# Task item
Output the data once more, exactly as given.

=== Section Start ===

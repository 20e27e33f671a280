import { provideHttpClient } from '@angular/common/http';
import { HttpTestingController, provideHttpClientTesting } from '@angular/common/http/testing';
import { TestBed, type ComponentFixture } from '@angular/core/testing';
import { MAT_DIALOG_DATA, MatDialogRef } from '@angular/material/dialog';
import { ShareDialog } from './share-dialog';

describe('ShareDialog', () => {
  let http: HttpTestingController;
  let fixture: ComponentFixture<ShareDialog>;
  let root: HTMLElement;
  const close = jest.fn();

  beforeEach(async () => {
    close.mockReset();
    TestBed.configureTestingModule({
      imports: [ShareDialog],
      providers: [
        provideHttpClient(),
        provideHttpClientTesting(),
        { provide: MAT_DIALOG_DATA, useValue: { analysisId: 21, title: 'Defects this month' } },
        { provide: MatDialogRef, useValue: { close } },
      ],
    });
    http = TestBed.inject(HttpTestingController);
    fixture = TestBed.createComponent(ShareDialog);
    root = fixture.nativeElement as HTMLElement;
    await settle();
  });

  afterEach(() => http.verify());

  async function settle(): Promise<void> {
    fixture.detectChanges();
    await fixture.whenStable();
    fixture.detectChanges();
  }

  async function fill(name: string, value: string): Promise<void> {
    const field = root.querySelector<HTMLTextAreaElement>(`textarea[name="${name}"]`)!;
    field.value = value;
    field.dispatchEvent(new Event('input'));
    await settle();
  }

  const send = () => root.querySelector<HTMLButtonElement>('button[type="submit"]')!.click();

  it('names a wrong address and sends nothing', async () => {
    await fill('to', 'lead@example.org, not-an-address');
    send();
    await settle();
    expect(root.querySelector('[role="alert"]')?.textContent).toContain('“not-an-address” is not an e-mail address.');
    http.expectNone('/api/v1/analyses/21/shares');
  });

  it('sends to the addresses with the message and closes with them', async () => {
    await fill('to', 'lead@example.org; Qa@Example.org');
    await fill('message', 'For Monday’s review.');
    send();
    const request = http.expectOne('/api/v1/analyses/21/shares');
    expect(request.request.body).toEqual({ to: ['lead@example.org', 'qa@example.org'], message: 'For Monday’s review.' });
    request.flush({ id: 1, analysisId: 21, to: ['lead@example.org', 'qa@example.org'], status: 'sent' });
    expect(close).toHaveBeenCalledWith(['lead@example.org', 'qa@example.org']);
  });

  it('shows why the mail did not go out and stays open', async () => {
    await fill('to', 'lead@example.org');
    send();
    http
      .expectOne('/api/v1/analyses/21/shares')
      .flush({ error: { code: 'bad_gateway', message: 'the mail server did not accept the message' } }, { status: 502, statusText: 'Bad Gateway' });
    await settle();
    expect(root.querySelector('[role="alert"]')?.textContent).toContain('the mail server did not accept the message');
    expect(close).not.toHaveBeenCalled();
  });
});
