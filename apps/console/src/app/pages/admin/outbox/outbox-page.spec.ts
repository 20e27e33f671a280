import { provideHttpClient } from '@angular/common/http';
import { HttpTestingController, provideHttpClientTesting } from '@angular/common/http/testing';
import { TestBed } from '@angular/core/testing';
import { OutboxPage } from './outbox-page';

describe('OutboxPage', () => {
  let http: HttpTestingController;

  function render() {
    TestBed.configureTestingModule({ imports: [OutboxPage], providers: [provideHttpClient(), provideHttpClientTesting()] });
    http = TestBed.inject(HttpTestingController);
    const fixture = TestBed.createComponent(OutboxPage);
    fixture.detectChanges();
    TestBed.tick();
    return fixture;
  }

  afterEach(() => http.verify());

  it('lists what the mail stand-in received and checks again on request', () => {
    const fixture = render();
    http.expectOne('/api/v1/outbox').flush({
      available: true,
      destination: 'built-in stand-in on 127.0.0.1:2525',
      messages: [
        {
          id: 1,
          receivedAt: '2026-11-24T10:00:00.000Z',
          from: 'tallyfit@localhost',
          to: ['pat@example.org'],
          subject: 'Ana Analyst shared “Help-desk tickets by weekday”',
          text: 'The report is attached.',
          attachments: [{ fileName: 'report.md', contentType: 'text/markdown', sizeBytes: 2048 }],
        },
      ],
    });
    fixture.detectChanges();
    const root = fixture.nativeElement as HTMLElement;
    expect(root.textContent).toContain('Help-desk tickets by weekday');
    expect(root.textContent).toContain('to pat@example.org');
    expect(root.textContent).toContain('report.md (text/markdown, 2,048 bytes)');
    Array.from(root.querySelectorAll('button')).find((b) => b.textContent?.includes('Check again'))!.click();
    TestBed.tick();
    http.expectOne('/api/v1/outbox').flush({ available: true, destination: 'x', messages: [] });
    fixture.detectChanges();
    expect(root.textContent).toContain('No mail yet.');
  });

  it('explains that nothing is kept when mail goes to a real server', () => {
    const fixture = render();
    http.expectOne('/api/v1/outbox').flush({ available: false, destination: 'smtp.example.org:587', messages: [] });
    fixture.detectChanges();
    expect(fixture.nativeElement.textContent).toContain('Mail goes to smtp.example.org:587');
  });
});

=== Section End ===

# Solution for this task
repository 20e27e33f671a280
import { provideHttpClient } from '@angular/common/http';
import { HttpTestingController, provideHttpClientTesting } from '@angular/common/http/testing';
import { TestBed, type ComponentFixture } from '@angular/core/testing';
import { MAT_DIALOG_DATA, MatDialogRef } from '@angular/material/dialog';
import { ShareDialog } from './share-dialog';

describe('ShareDialog', () => {
  let http: HttpTestingController;
  let fixture: ComponentFixture<ShareDialog>;
  let root: HTMLElement;
  const close = jest.fn();

  beforeEach(async () => {
    close.mockReset();
    TestBed.configureTestingModule({
      imports: [ShareDialog],
      providers: [
        provideHttpClient(),
        provideHttpClientTesting(),
        { provide: MAT_DIALOG_DATA, useValue: { analysisId: 21, title: 'Defects this month' } },
        { provide: MatDialogRef, useValue: { close } },
      ],
    });
    http = TestBed.inject(HttpTestingController);
    fixture = TestBed.createComponent(ShareDialog);
    root = fixture.nativeElement as HTMLElement;
    await settle();
  });

  afterEach(() => http.verify());

  async function settle(): Promise<void> {
    fixture.detectChanges();
    await fixture.whenStable();
    fixture.detectChanges();
  }

  async function fill(name: string, value: string): Promise<void> {
    const field = root.querySelector<HTMLTextAreaElement>(`textarea[name="${name}"]`)!;
    field.value = value;
    field.dispatchEvent(new Event('input'));
    await settle();
  }

  const send = () => root.querySelector<HTMLButtonElement>('button[type="submit"]')!.click();

  it('names a wrong address and sends nothing', async () => {
    await fill('to', 'lead@example.org, not-an-address');
    send();
    await settle();
    expect(root.querySelector('[role="alert"]')?.textContent).toContain('“not-an-address” is not an e-mail address.');
    http.expectNone('/api/v1/analyses/21/shares');
  });

  it('sends to the addresses with the message and closes with them', async () => {
    await fill('to', 'lead@example.org; Qa@Example.org');
    await fill('message', 'For Monday’s review.');
    send();
    const request = http.expectOne('/api/v1/analyses/21/shares');
    expect(request.request.body).toEqual({ to: ['lead@example.org', 'qa@example.org'], message: 'For Monday’s review.' });
    request.flush({ id: 1, analysisId: 21, to: ['lead@example.org', 'qa@example.org'], status: 'sent' });
    expect(close).toHaveBeenCalledWith(['lead@example.org', 'qa@example.org']);
  });

  it('shows why the mail did not go out and stays open', async () => {
    await fill('to', 'lead@example.org');
    send();
    http
      .expectOne('/api/v1/analyses/21/shares')
      .flush({ error: { code: 'bad_gateway', message: 'the mail server did not accept the message' } }, { status: 502, statusText: 'Bad Gateway' });
    await settle();
    expect(root.querySelector('[role="alert"]')?.textContent).toContain('the mail server did not accept the message');
    expect(close).not.toHaveBeenCalled();
  });
});
filename apps/console/src/app/pages/admin/outbox/outbox-page.spec.ts
repository 20e27e33f671a280
import { provideHttpClient } from '@angular/common/http';
import { HttpTestingController, provideHttpClientTesting } from '@angular/common/http/testing';
import { TestBed } from '@angular/core/testing';
import { OutboxPage } from './outbox-page';

describe('OutboxPage', () => {
  let http: HttpTestingController;

  function render() {
    TestBed.configureTestingModule({ imports: [OutboxPage], providers: [provideHttpClient(), provideHttpClientTesting()] });
    http = TestBed.inject(HttpTestingController);
    const fixture = TestBed.createComponent(OutboxPage);
    fixture.detectChanges();
    TestBed.tick();
    return fixture;
  }

  afterEach(() => http.verify());

  it('lists what the mail stand-in received and checks again on request', () => {
    const fixture = render();
    http.expectOne('/api/v1/outbox').flush({
      available: true,
      destination: 'built-in stand-in on 127.0.0.1:2525',
      messages: [
        {
          id: 1,
          receivedAt: '2026-11-24T10:00:00.000Z',
          from: 'tallyfit@localhost',
          to: ['pat@example.org'],
          subject: 'Ana Analyst shared “Help-desk tickets by weekday”',
          text: 'The report is attached.',
          attachments: [{ fileName: 'report.md', contentType: 'text/markdown', sizeBytes: 2048 }],
        },
      ],
    });
    fixture.detectChanges();
    const root = fixture.nativeElement as HTMLElement;
    expect(root.textContent).toContain('Help-desk tickets by weekday');
    expect(root.textContent).toContain('to pat@example.org');
    expect(root.textContent).toContain('report.md (text/markdown, 2,048 bytes)');
    Array.from(root.querySelectorAll('button')).find((b) => b.textContent?.includes('Check again'))!.click();
    TestBed.tick();
    http.expectOne('/api/v1/outbox').flush({ available: true, destination: 'x', messages: [] });
    fixture.detectChanges();
    expect(root.textContent).toContain('No mail yet.');
  });

  it('explains that nothing is kept when mail goes to a real server', () => {
    const fixture = render();
    http.expectOne('/api/v1/outbox').flush({ available: false, destination: 'smtp.example.org:587', messages: [] });
    fixture.detectChanges();
    expect(fixture.nativeElement.textContent).toContain('Mail goes to smtp.example.org:587');
  });
});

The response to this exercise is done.